Task objective
Please give again, exactly and only, the stretch of lines from the one containing "doc.classes.add_required_classes(doc.dxfversion)" to the end of the entries below.
━━ Listed records
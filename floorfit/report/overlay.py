"""``overlay.dxf``: the findings as CAD linework that lines up with the original drawing.

Everything is written in the drawing's **own units and frame** (metres converted back
with ``plan.metres_per_unit`` after adding ``plan.origin``), with ``$INSUNITS`` set to
match, so the overlay can be attached as an external reference (or inserted) at 0,0
with scale 1 over the drawing it was made from. The input drawing is never opened.

Layers follow the AIA/NCS field pattern (discipline prefix, major group, minor group),
with the prefix ``FF`` for floorfit; see :data:`LAYERS` and docs/report.md.
"""

from __future__ import annotations

import io
import math
from typing import Any

import ezdxf
import numpy as np
import shapely
from ezdxf.enums import TextEntityAlignment
from ezdxf.units import METER_FACTOR
from ezdxf.units import decode as unit_symbol

from floorfit import __version__
from floorfit.errors import InputError
from floorfit.report.geometry import parts
from floorfit.report.kinds import KIND_STYLES, kind_style, numbered_findings, plain_text

__all__ = ["LAYERS", "TRAFFIC_LAYERS", "FINDING_LAYERS", "finding_layer", "geometry_layer", "insunits_for",
           "overlay_dxf"]

#: Fixed layers: name → (AutoCAD colour index, description).
LAYERS: dict[str, tuple[int, str]] = {
    "FF-STAN-SYMB": (7, "floorfit: station symbols (circle, cross, heading line)"),
    "FF-STAN-IDEN": (7, "floorfit: station names"),
    "FF-FREE-OTLN": (3, "floorfit: where the reference point can be at some heading"),
    "FF-FREE-HDNG": (3, "floorfit: free space of the reference point at one representative heading"),
    "FF-TURN-OTLN": (4, "floorfit: where the vehicle can reverse its heading"),
    "FF-SPIN-OTLN": (5, "floorfit: where the vehicle can spin a full turn in place"),
    "FF-PATH-CNTR": (5, "floorfit: route centre lines (reference point path)"),
    "FF-PATH-SWPT": (4, "floorfit: swept area outlines of the routes"),
}

#: Layers of fleet traffic, present only when the check looked at it: name → (colour index, description).
TRAFFIC_LAYERS: dict[str, tuple[int, str]] = {
    "FF-TRAF-PASS": (94, "floorfit: passing places, where two vehicles can pass each other (floor strips)"),
    "FF-TRAF-SNGL": (130, "floorfit: single-lane stretches, where two vehicles cannot pass (floor strips)"),
    "FF-TRAF-WDTH": (130, "floorfit: narrowest cross-section of each single-lane stretch (the width it has)"),
    "FF-TRAF-IDEN": (7, "floorfit: passing place (P) and stretch (S) numbers"),
}

_TURN_LAYERS = {"fits": "FF-FREE-OTLN", "turns_around": "FF-TURN-OTLN", "rotates": "FF-SPIN-OTLN"}
_MARKER_RADIUS_M = (0.15, 1.5)   # metres: smallest and largest finding marker radius
_REL_UNIT_TOL = 1e-6             # relative tolerance when matching metres_per_unit to a unit


def finding_layer(kind: str) -> str:
    """Layer of the marker circle and number of a finding of ``kind`` (``FF-FIND-BLKD`` ...)."""
    return f"FF-FIND-{kind_style(kind).code}"


#: Kind → marker layer (unknown kinds go to ``FF-FIND-OTHR``).
FINDING_LAYERS: dict[str, str] = {kind: finding_layer(kind) for kind in KIND_STYLES}


def geometry_layer(kind: str, polygonal: bool) -> str:
    """Layer of a finding's geometry: areas ``FF-AREA-<code>``, lines ``FF-CUTS-<code>``."""
    return f"FF-{'AREA' if polygonal else 'CUTS'}-{kind_style(kind).code}"


def insunits_for(plan: Any) -> int:
    """The DXF ``$INSUNITS`` code whose length equals ``plan.metres_per_unit``.

    Matched by value (relative tolerance 1e-6) against ezdxf's unit table first, then
    by the unit name in ``plan.units``; 0 (unitless) when neither matches.
    """
    mpu = float(plan.metres_per_unit)
    for code, per_metre in enumerate(METER_FACTOR):
        if per_metre and abs(1.0 / per_metre - mpu) <= _REL_UNIT_TOL * mpu:
            return code
    name = str(plan.units).strip().lower()
    for code in range(len(METER_FACTOR)):
        if unit_symbol(code) == name:
            return code
    return 0


class _Frame:
    """Drawing-frame or local-frame metres → drawing units."""

    def __init__(self, plan: Any, source: str):
        self.mpu = float(plan.metres_per_unit)
        if not math.isfinite(self.mpu) or self.mpu <= 0:
            raise InputError(f"metres per drawing unit must be a positive number, not {self.mpu!r}",
                             source, "plan.metres_per_unit")
        self.origin = np.asarray(plan.origin, dtype=float)

    def drawing(self, x: float, y: float) -> tuple[float, float]:
        return x / self.mpu, y / self.mpu

    def local_coords(self, xy: np.ndarray) -> list[tuple[float, float]]:
        pts = (np.asarray(xy, dtype=float)[:, :2] + self.origin) / self.mpu
        return [(float(a), float(b)) for a, b in pts]

    def length(self, metres: float) -> float:
        return metres / self.mpu


_parts = parts


def _add_geometry(msp: Any, geom: Any, frame: _Frame, area_layer: str, line_layer: str) -> None:
    """Polygons as closed LWPOLYLINEs (exterior and holes) on ``area_layer``, lines as open
    LWPOLYLINEs on ``line_layer``; points are skipped (the marker shows them)."""
    for part in _parts(geom):
        if isinstance(part, shapely.Polygon):
            for ring in [part.exterior, *part.interiors]:
                pts = frame.local_coords(np.asarray(ring.coords))[:-1]
                if len(pts) >= 3:
                    msp.add_lwpolyline(pts, format="xy", close=True, dxfattribs={"layer": area_layer})
        elif isinstance(part, (shapely.LineString, shapely.LinearRing)):
            pts = frame.local_coords(np.asarray(part.coords))
            if len(pts) >= 2:
                msp.add_lwpolyline(pts, format="xy", close=isinstance(part, shapely.LinearRing),
                                   dxfattribs={"layer": line_layer})


def _marker_radius_m(plan: Any) -> float:
    x0, y0, x1, y1 = plan.extent_m
    diag = math.hypot(x1 - x0, y1 - y0)
    return min(max(0.012 * diag, _MARKER_RADIUS_M[0]), _MARKER_RADIUS_M[1])


def _dxf_text(value: Any) -> str:
    """One line of text safe for a DXF group value (no control characters)."""
    return plain_text(value).strip() or "?"


def _ensure_layer(doc: Any, name: str, colour: int, description: str) -> None:
    if name not in doc.layers:
        layer = doc.layers.add(name, color=colour)
        layer.description = description


def overlay_dxf(result: Any) -> bytes:
    """overlay.dxf (DXF R2013, UTF-8) as bytes, in the drawing's own units and frame."""
    plan = result.plan
    frame = _Frame(plan, str(plan.source))
    doc = ezdxf.new("R2013", units=insunits_for(plan), setup=True)
    doc.header.custom_vars.append("floorfit_overlay", f"floorfit {__version__}")
    doc.header.custom_vars.append("floorfit_source", _dxf_text(plan.source))
    msp = doc.modelspace()
    for name, (colour, description) in LAYERS.items():
        _ensure_layer(doc, name, colour, description)

    radius = frame.length(_marker_radius_m(plan))
    for number, f in numbered_findings(result.findings):
        style = kind_style(f.kind)
        title = style.title.lower()
        layer = finding_layer(f.kind)
        _ensure_layer(doc, layer, style.aci, f"floorfit: markers of {title} findings")
        centre = frame.drawing(f.x, f.y)
        msp.add_circle(centre, radius, dxfattribs={"layer": layer})
        text = msp.add_text(str(number), height=0.9 * radius, dxfattribs={"layer": layer})
        text.set_placement(centre, align=TextEntityAlignment.MIDDLE_CENTER)
        if f.geometry is not None:
            area, cut = geometry_layer(f.kind, True), geometry_layer(f.kind, False)
            _ensure_layer(doc, area, style.aci, f"floorfit: areas of {title} findings")
            _ensure_layer(doc, cut, style.aci, f"floorfit: lines of {title} findings")
            _add_geometry(msp, f.geometry, frame, area, cut)

    for s in result.stations:
        cx, cy = frame.drawing(s.x, s.y)
        msp.add_circle((cx, cy), radius, dxfattribs={"layer": "FF-STAN-SYMB"})
        msp.add_line((cx - radius, cy), (cx + radius, cy), dxfattribs={"layer": "FF-STAN-SYMB"})
        msp.add_line((cx, cy - radius), (cx, cy + radius), dxfattribs={"layer": "FF-STAN-SYMB"})
        if s.heading_deg is not None:
            h = math.radians(s.heading_deg)
            tip = (cx + 2.5 * radius * math.cos(h), cy + 2.5 * radius * math.sin(h))
            msp.add_line((cx, cy), tip, dxfattribs={"layer": "FF-STAN-SYMB"})
        name = msp.add_text(_dxf_text(s.name), height=0.9 * radius, dxfattribs={"layer": "FF-STAN-IDEN"})
        name.set_placement((cx + 1.3 * radius, cy + 1.3 * radius), align=TextEntityAlignment.BOTTOM_LEFT)

    for key, layer in _TURN_LAYERS.items():
        geom = result.turnability.get(key)
        if isinstance(geom, shapely.Geometry):
            _add_geometry(msp, geom, frame, layer, layer)

    rep = result.turnability.get("free_at_heading")
    if isinstance(rep, dict) and isinstance(rep.get("geometry"), shapely.Geometry):
        _add_geometry(msp, rep["geometry"], frame, "FF-FREE-HDNG", "FF-FREE-HDNG")

    for route in list(getattr(result, "routes", None) or []):
        pts = np.asarray(route.get("path", np.empty((0, 3))), dtype=float).reshape(-1, 3)
        if len(pts) >= 2:
            msp.add_lwpolyline([frame.drawing(x, y) for x, y, _ in pts], format="xy",
                               dxfattribs={"layer": "FF-PATH-CNTR"})
        if route.get("swept") is not None:
            _add_geometry(msp, route["swept"], frame, "FF-PATH-SWPT", "FF-PATH-SWPT")

    _add_traffic(doc, msp, getattr(result, "traffic", None), frame, radius)

    return _reproducible_bytes(doc)


def _reproducible_bytes(doc: Any) -> bytes:
    """The document as bytes that are the same on every run of the same input: ezdxf's fixed
    header dates and GUIDs instead of the clock and random ones, and the DXF classes in a fixed
    order (they are registered in an order that varies between runs)."""
    old = ezdxf.options.write_fixed_meta_data_for_testing
    ezdxf.options.write_fixed_meta_data_for_testing = True
    try:
        from ezdxf.document import CREATED_BY_EZDXF, ezdxf_marker_string

        doc.ezdxf_metadata()[CREATED_BY_EZDXF] = ezdxf_marker_string()     # set when the document was made
        doc.classes.add_required_classes(doc.dxfversion)
        doc.classes.classes = type(doc.classes.classes)(sorted(doc.classes.classes.items()))
        stream = io.StringIO()
        doc.write(stream)
    finally:
        ezdxf.options.write_fixed_meta_data_for_testing = old
    return doc.encode(stream.getvalue())


def _add_traffic(doc: Any, msp: Any, traffic: dict | None, frame: _Frame, radius: float) -> None:
    """Passing places and single-lane stretches (outlines, narrowest cross-sections, numbers); no
    layers at all when fleet traffic was not checked."""
    if traffic is None:
        return
    for name, (colour, description) in TRAFFIC_LAYERS.items():
        _ensure_layer(doc, name, colour, description)
    items = [("FF-TRAF-PASS", p) for p in traffic.get("passing_places", [])]
    items += [("FF-TRAF-SNGL", s) for s in traffic.get("stretches", [])]
    for layer, item in items:
        if item.get("geometry") is not None:
            _add_geometry(msp, item["geometry"], frame, layer, layer)
        text = msp.add_text(_dxf_text(item["id"]), height=0.9 * radius, dxfattribs={"layer": "FF-TRAF-IDEN"})
        text.set_placement(frame.drawing(item["x"], item["y"]), align=TextEntityAlignment.MIDDLE_CENTER)
    for s in traffic.get("stretches", []):
        ends = s.get("narrowest_local")
        if ends is not None:
            msp.add_lwpolyline(frame.local_coords(np.asarray(ends)), format="xy",
                               dxfattribs={"layer": "FF-TRAF-WDTH"})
━━━━
Solved problem
        doc.classes.add_required_classes(doc.dxfversion)
        doc.classes.classes = type(doc.classes.classes)(sorted(doc.classes.classes.items()))
        stream = io.StringIO()
        doc.write(stream)
    finally:
        ezdxf.options.write_fixed_meta_data_for_testing = old
    return doc.encode(stream.getvalue())


def _add_traffic(doc: Any, msp: Any, traffic: dict | None, frame: _Frame, radius: float) -> None:
    """Passing places and single-lane stretches (outlines, narrowest cross-sections, numbers); no
    layers at all when fleet traffic was not checked."""
    if traffic is None:
        return
    for name, (colour, description) in TRAFFIC_LAYERS.items():
        _ensure_layer(doc, name, colour, description)
    items = [("FF-TRAF-PASS", p) for p in traffic.get("passing_places", [])]
    items += [("FF-TRAF-SNGL", s) for s in traffic.get("stretches", [])]
    for layer, item in items:
        if item.get("geometry") is not None:
            _add_geometry(msp, item["geometry"], frame, layer, layer)
        text = msp.add_text(_dxf_text(item["id"]), height=0.9 * radius, dxfattribs={"layer": "FF-TRAF-IDEN"})
        text.set_placement(frame.drawing(item["x"], item["y"]), align=TextEntityAlignment.MIDDLE_CENTER)
    for s in traffic.get("stretches", []):
        ends = s.get("narrowest_local")
        if ends is not None:
            msp.add_lwpolyline(frame.local_coords(np.asarray(ends)), format="xy",
                               dxfattribs={"layer": "FF-TRAF-WDTH"})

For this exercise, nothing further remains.